About this task
Extract all lines from the data beneath that include the word "args".
#### Exercise data
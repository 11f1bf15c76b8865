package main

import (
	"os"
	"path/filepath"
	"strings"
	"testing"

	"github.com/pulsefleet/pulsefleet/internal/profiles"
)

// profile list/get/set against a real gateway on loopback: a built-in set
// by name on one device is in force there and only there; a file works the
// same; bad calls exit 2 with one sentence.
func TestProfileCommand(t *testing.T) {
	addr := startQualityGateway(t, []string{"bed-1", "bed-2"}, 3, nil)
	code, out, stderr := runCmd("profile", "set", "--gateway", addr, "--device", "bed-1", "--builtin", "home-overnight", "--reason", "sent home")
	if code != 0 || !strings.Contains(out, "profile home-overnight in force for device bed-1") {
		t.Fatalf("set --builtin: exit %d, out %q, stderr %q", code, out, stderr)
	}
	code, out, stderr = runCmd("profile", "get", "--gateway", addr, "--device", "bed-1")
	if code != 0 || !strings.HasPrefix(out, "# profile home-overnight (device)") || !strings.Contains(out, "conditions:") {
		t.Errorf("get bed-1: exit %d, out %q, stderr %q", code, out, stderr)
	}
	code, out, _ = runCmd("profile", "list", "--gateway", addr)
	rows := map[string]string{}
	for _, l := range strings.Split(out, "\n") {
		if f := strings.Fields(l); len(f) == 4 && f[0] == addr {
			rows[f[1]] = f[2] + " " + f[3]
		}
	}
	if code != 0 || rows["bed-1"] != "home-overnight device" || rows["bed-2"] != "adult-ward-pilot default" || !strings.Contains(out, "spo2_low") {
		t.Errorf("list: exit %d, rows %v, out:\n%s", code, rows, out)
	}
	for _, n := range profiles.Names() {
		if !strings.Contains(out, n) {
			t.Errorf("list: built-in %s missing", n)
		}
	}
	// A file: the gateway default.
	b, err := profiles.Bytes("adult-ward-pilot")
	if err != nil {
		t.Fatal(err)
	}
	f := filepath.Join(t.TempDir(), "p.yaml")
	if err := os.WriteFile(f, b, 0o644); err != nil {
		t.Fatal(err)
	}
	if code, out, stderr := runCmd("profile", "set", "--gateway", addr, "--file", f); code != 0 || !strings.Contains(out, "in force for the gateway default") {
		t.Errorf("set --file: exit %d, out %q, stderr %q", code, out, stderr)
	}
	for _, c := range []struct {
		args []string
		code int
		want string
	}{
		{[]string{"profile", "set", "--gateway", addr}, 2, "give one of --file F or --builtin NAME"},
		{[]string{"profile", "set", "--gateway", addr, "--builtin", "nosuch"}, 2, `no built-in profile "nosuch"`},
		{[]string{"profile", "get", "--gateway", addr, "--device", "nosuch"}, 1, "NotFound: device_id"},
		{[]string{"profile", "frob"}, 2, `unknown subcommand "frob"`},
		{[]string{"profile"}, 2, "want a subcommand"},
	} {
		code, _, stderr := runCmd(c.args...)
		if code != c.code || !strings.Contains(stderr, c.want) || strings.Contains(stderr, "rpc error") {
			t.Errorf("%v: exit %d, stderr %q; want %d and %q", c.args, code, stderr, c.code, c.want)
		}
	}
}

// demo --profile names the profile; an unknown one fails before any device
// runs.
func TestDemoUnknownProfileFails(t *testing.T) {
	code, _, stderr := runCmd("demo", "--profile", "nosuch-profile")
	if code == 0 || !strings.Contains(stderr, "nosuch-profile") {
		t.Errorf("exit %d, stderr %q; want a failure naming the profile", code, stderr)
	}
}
########
#### Exercise data
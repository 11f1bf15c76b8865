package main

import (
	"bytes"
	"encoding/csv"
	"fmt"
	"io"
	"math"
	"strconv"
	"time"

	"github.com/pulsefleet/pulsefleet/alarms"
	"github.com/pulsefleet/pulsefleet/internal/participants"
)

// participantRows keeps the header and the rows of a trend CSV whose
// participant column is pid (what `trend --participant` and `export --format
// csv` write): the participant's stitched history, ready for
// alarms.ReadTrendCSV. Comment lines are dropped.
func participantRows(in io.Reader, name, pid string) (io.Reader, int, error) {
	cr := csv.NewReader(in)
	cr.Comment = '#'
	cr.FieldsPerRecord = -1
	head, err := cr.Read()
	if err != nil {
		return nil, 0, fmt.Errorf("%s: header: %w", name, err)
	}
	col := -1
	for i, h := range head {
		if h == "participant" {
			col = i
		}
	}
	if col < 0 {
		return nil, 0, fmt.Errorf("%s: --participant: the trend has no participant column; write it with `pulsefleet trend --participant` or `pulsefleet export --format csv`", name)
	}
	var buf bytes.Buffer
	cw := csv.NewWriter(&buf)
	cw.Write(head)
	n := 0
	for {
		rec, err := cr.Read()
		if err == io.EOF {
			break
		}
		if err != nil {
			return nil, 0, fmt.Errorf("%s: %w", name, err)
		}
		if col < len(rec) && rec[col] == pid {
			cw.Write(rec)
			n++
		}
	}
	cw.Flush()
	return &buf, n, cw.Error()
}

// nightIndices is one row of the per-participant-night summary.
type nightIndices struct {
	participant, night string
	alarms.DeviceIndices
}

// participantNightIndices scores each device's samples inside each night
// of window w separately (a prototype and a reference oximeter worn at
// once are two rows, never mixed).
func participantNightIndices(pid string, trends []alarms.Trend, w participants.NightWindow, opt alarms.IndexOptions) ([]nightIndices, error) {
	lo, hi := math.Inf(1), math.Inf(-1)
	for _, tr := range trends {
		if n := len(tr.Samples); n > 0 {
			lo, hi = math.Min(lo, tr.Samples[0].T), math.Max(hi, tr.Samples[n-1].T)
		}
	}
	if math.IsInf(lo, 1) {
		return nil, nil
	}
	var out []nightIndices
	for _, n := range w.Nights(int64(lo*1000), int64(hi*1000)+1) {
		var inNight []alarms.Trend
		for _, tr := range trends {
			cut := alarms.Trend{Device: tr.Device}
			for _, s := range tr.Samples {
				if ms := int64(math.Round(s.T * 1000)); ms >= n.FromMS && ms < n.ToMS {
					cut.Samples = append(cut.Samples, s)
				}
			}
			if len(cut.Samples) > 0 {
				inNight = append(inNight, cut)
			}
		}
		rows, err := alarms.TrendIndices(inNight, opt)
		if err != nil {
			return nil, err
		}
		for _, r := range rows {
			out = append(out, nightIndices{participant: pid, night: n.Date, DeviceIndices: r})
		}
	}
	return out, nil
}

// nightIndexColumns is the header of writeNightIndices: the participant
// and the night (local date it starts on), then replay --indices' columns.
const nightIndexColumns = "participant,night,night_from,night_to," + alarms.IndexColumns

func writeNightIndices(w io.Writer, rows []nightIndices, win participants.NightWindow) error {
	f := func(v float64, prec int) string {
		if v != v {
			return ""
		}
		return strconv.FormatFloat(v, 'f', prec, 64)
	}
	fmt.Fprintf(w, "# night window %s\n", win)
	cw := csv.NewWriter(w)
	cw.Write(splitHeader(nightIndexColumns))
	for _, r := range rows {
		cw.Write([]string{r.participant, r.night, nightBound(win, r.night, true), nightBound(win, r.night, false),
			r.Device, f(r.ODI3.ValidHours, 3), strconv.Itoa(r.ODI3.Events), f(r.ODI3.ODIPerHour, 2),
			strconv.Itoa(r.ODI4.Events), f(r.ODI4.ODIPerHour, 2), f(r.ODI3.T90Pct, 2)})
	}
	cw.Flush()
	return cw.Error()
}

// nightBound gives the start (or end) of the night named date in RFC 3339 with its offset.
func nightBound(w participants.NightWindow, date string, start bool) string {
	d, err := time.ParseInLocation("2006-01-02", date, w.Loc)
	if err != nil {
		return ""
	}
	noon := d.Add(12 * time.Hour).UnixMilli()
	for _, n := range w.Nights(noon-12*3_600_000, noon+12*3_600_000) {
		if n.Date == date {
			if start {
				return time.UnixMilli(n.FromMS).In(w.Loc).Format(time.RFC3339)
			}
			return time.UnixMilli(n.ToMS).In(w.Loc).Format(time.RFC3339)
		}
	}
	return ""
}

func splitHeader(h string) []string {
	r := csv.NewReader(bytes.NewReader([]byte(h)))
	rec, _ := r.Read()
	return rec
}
########
#### Exercise data
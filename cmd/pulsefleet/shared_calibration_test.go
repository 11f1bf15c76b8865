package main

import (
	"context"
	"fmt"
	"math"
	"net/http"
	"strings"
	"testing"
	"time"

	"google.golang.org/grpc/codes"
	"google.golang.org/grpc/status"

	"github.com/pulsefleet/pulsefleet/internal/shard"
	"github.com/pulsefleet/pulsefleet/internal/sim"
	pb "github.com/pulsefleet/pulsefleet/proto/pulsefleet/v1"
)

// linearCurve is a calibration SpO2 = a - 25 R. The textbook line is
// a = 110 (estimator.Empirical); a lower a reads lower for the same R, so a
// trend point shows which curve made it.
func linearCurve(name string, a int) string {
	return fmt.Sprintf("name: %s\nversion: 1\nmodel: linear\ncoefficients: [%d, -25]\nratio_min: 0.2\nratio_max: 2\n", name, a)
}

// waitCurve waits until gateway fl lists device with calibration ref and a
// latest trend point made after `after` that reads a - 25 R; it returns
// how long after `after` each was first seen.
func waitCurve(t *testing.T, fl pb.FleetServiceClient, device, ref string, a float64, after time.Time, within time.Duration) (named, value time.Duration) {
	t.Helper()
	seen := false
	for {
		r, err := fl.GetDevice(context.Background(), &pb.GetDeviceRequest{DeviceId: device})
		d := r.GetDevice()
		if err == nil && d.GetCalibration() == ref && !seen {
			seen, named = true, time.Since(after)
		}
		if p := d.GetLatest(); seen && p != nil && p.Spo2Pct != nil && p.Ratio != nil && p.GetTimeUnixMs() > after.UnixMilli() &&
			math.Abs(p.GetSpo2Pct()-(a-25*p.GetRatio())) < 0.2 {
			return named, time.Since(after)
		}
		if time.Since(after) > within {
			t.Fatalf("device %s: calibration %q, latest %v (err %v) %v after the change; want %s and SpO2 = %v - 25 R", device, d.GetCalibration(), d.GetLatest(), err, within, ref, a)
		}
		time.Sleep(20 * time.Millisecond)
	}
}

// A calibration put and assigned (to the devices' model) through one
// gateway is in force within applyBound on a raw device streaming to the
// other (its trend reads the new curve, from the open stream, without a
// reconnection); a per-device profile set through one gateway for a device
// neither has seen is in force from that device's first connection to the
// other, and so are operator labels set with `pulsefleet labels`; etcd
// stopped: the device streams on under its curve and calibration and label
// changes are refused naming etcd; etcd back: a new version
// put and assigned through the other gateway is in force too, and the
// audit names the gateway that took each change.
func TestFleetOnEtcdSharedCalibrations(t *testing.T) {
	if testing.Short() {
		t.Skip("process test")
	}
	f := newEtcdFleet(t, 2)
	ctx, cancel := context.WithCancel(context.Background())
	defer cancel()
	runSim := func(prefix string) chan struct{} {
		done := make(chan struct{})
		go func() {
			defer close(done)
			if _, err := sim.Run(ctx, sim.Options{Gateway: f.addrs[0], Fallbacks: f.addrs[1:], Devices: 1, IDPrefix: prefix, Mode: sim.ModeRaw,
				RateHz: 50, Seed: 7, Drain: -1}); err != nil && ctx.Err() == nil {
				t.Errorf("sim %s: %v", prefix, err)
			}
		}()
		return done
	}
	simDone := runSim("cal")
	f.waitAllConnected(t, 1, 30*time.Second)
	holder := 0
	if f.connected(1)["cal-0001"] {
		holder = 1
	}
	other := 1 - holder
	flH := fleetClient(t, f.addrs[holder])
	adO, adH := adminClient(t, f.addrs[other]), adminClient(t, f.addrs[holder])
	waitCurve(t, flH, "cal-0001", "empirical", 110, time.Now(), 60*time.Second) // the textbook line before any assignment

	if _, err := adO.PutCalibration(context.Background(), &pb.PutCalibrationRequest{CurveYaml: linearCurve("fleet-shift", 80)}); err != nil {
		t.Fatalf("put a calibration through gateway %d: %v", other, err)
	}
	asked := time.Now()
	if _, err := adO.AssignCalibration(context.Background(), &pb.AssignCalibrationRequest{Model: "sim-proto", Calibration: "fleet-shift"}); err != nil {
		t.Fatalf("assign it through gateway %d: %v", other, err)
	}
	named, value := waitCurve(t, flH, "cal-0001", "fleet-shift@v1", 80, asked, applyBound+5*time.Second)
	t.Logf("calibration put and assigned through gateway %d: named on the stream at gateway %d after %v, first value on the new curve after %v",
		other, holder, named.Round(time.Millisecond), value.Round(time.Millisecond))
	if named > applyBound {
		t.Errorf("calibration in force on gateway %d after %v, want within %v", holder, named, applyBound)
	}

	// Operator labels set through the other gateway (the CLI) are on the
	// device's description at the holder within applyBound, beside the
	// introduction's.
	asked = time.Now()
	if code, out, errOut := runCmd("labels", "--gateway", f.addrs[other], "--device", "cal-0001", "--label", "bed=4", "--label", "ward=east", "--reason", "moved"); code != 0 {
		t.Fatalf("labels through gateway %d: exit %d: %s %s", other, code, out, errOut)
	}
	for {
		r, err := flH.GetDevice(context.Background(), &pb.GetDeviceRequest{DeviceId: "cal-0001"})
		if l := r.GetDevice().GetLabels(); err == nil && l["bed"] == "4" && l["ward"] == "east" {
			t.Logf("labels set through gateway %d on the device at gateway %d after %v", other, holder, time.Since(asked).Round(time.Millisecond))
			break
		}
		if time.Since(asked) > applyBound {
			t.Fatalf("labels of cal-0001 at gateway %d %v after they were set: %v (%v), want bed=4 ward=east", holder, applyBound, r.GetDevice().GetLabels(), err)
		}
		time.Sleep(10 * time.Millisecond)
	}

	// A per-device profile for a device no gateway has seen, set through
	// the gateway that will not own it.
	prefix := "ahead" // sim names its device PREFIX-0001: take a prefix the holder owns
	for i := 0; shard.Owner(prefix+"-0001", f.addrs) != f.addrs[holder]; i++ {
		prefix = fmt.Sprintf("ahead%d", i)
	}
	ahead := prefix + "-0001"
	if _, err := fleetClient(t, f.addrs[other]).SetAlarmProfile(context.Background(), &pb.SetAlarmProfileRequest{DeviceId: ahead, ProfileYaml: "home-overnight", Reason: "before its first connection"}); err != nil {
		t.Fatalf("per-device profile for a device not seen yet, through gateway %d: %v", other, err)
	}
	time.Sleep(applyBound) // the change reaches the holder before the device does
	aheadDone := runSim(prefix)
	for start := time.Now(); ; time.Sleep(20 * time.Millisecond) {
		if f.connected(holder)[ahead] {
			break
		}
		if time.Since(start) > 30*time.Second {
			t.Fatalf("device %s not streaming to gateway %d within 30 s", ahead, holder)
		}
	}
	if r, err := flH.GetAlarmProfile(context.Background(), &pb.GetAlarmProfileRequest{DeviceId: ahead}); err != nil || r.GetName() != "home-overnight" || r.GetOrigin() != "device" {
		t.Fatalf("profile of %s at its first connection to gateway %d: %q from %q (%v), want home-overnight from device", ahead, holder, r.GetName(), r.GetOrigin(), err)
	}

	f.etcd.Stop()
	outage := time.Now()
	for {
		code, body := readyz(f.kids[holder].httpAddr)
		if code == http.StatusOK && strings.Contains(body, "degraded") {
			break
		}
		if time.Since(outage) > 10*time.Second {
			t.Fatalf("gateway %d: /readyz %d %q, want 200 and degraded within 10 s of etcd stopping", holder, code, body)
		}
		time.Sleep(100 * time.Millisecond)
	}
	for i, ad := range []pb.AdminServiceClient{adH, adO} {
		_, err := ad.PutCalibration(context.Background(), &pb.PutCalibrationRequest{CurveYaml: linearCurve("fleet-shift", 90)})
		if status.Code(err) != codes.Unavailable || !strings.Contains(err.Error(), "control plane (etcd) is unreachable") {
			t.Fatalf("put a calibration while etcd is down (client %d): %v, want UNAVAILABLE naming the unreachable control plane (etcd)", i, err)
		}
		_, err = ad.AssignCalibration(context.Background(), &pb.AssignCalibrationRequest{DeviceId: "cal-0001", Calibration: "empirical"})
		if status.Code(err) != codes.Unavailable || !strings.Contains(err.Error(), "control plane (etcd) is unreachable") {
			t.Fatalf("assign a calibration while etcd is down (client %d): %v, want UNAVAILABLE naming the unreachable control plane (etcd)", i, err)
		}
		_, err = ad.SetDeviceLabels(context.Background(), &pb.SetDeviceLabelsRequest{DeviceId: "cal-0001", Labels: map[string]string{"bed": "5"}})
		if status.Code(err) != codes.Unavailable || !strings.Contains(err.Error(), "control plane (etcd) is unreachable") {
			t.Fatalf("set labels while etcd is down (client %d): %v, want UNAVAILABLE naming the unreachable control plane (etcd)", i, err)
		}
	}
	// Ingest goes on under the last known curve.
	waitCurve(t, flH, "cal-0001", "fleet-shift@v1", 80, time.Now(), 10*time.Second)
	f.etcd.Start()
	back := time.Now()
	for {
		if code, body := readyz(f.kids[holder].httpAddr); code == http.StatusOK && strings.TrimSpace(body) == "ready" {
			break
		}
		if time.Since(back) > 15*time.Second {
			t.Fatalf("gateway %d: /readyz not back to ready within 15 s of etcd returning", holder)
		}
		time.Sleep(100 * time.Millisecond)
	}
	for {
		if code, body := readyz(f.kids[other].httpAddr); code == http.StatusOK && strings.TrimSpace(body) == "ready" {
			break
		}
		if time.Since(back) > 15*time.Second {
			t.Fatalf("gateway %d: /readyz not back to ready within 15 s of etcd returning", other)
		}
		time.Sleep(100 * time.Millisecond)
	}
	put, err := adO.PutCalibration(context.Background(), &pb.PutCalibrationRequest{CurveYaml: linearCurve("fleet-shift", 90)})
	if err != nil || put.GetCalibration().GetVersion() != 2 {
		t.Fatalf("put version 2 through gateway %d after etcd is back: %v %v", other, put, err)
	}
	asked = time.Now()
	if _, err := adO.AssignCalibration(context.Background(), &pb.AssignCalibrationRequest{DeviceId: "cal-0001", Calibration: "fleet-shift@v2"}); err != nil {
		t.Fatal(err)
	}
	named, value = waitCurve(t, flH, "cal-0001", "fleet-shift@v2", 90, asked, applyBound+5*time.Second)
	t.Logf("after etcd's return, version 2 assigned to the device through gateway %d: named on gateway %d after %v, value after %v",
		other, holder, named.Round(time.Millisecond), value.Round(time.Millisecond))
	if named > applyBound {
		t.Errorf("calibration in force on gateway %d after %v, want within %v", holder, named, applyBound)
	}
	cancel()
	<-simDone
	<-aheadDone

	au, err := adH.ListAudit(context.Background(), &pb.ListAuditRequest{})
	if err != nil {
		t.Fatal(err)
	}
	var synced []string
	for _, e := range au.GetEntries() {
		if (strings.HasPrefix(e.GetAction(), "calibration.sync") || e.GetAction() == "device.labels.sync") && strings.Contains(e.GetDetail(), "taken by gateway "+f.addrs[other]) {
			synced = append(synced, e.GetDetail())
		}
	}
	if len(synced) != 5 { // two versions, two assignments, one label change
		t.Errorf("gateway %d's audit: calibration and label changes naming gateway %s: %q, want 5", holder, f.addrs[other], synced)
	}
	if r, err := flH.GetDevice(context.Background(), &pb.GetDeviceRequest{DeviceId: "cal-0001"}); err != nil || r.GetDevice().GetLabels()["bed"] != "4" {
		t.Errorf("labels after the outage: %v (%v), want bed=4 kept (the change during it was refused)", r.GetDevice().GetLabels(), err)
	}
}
########
Response to this exercise
		args []string
		code, _, stderr := runCmd(c.args...)
			t.Errorf("%v: exit %d, stderr %q; want %d and %q", c.args, code, stderr, c.code, c.want)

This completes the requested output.